◆ Source data
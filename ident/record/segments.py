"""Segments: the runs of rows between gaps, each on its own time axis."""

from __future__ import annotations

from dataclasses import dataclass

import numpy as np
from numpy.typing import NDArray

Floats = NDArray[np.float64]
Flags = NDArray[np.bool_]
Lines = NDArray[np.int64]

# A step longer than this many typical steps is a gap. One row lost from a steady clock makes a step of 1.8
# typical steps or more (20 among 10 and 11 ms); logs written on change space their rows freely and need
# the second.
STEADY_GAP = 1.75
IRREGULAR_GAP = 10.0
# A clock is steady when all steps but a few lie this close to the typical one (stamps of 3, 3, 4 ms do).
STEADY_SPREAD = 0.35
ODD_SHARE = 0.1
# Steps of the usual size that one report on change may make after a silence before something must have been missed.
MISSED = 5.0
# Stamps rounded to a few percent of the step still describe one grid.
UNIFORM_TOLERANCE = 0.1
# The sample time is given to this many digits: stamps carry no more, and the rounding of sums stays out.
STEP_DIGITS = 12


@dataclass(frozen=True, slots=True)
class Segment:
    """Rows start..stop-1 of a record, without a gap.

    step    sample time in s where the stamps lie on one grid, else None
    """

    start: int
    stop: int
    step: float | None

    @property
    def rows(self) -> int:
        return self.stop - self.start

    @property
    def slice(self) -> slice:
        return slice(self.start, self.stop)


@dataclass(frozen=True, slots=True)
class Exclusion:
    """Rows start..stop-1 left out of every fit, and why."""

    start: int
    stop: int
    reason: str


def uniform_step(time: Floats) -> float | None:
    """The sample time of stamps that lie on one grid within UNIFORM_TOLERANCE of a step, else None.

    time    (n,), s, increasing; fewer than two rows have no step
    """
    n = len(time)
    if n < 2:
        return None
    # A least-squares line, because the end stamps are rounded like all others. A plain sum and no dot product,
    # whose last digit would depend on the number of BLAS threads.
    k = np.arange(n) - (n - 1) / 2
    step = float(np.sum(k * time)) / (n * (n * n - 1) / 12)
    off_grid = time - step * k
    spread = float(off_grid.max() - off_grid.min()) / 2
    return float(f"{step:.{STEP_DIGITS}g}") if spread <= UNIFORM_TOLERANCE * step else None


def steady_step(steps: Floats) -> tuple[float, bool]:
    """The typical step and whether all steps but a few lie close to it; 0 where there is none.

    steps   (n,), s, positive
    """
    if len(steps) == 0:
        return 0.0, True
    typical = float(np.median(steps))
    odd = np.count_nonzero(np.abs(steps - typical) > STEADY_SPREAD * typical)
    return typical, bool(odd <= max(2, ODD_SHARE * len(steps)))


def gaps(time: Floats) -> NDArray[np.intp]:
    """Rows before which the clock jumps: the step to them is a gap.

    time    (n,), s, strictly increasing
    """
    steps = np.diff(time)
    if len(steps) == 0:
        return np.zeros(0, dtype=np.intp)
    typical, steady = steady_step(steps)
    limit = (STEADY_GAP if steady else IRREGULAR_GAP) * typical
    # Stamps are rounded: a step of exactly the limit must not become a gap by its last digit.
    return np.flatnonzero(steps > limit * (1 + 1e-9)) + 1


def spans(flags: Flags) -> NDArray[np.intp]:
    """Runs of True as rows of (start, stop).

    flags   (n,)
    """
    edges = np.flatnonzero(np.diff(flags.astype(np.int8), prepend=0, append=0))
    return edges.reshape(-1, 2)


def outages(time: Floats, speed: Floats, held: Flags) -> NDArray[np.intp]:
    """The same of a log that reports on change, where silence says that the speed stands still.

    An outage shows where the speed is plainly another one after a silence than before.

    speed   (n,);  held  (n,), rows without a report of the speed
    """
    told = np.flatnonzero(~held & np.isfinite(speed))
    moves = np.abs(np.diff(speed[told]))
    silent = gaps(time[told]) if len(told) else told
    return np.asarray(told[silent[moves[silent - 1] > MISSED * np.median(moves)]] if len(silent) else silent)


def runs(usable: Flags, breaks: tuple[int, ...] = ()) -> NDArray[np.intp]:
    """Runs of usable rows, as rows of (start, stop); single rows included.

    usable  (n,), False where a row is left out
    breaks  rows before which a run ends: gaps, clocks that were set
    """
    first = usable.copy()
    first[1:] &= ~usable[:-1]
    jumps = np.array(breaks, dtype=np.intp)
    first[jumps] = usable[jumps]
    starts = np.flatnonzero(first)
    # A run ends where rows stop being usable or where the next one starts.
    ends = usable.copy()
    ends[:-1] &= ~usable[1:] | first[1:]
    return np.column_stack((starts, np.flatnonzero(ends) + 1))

◆ Description of the task
Lines before the one containing "first[1:] &= ~usable[:-1]" are left out. Repeat that line and all lines after it in the records above exactly.

◆ Written answer
    first[1:] &= ~usable[:-1]
    jumps = np.array(breaks, dtype=np.intp)
    first[jumps] = usable[jumps]
    starts = np.flatnonzero(first)
    # A run ends where rows stop being usable or where the next one starts.
    ends = usable.copy()
    ends[:-1] &= ~usable[1:] | first[1:]
    return np.column_stack((starts, np.flatnonzero(ends) + 1))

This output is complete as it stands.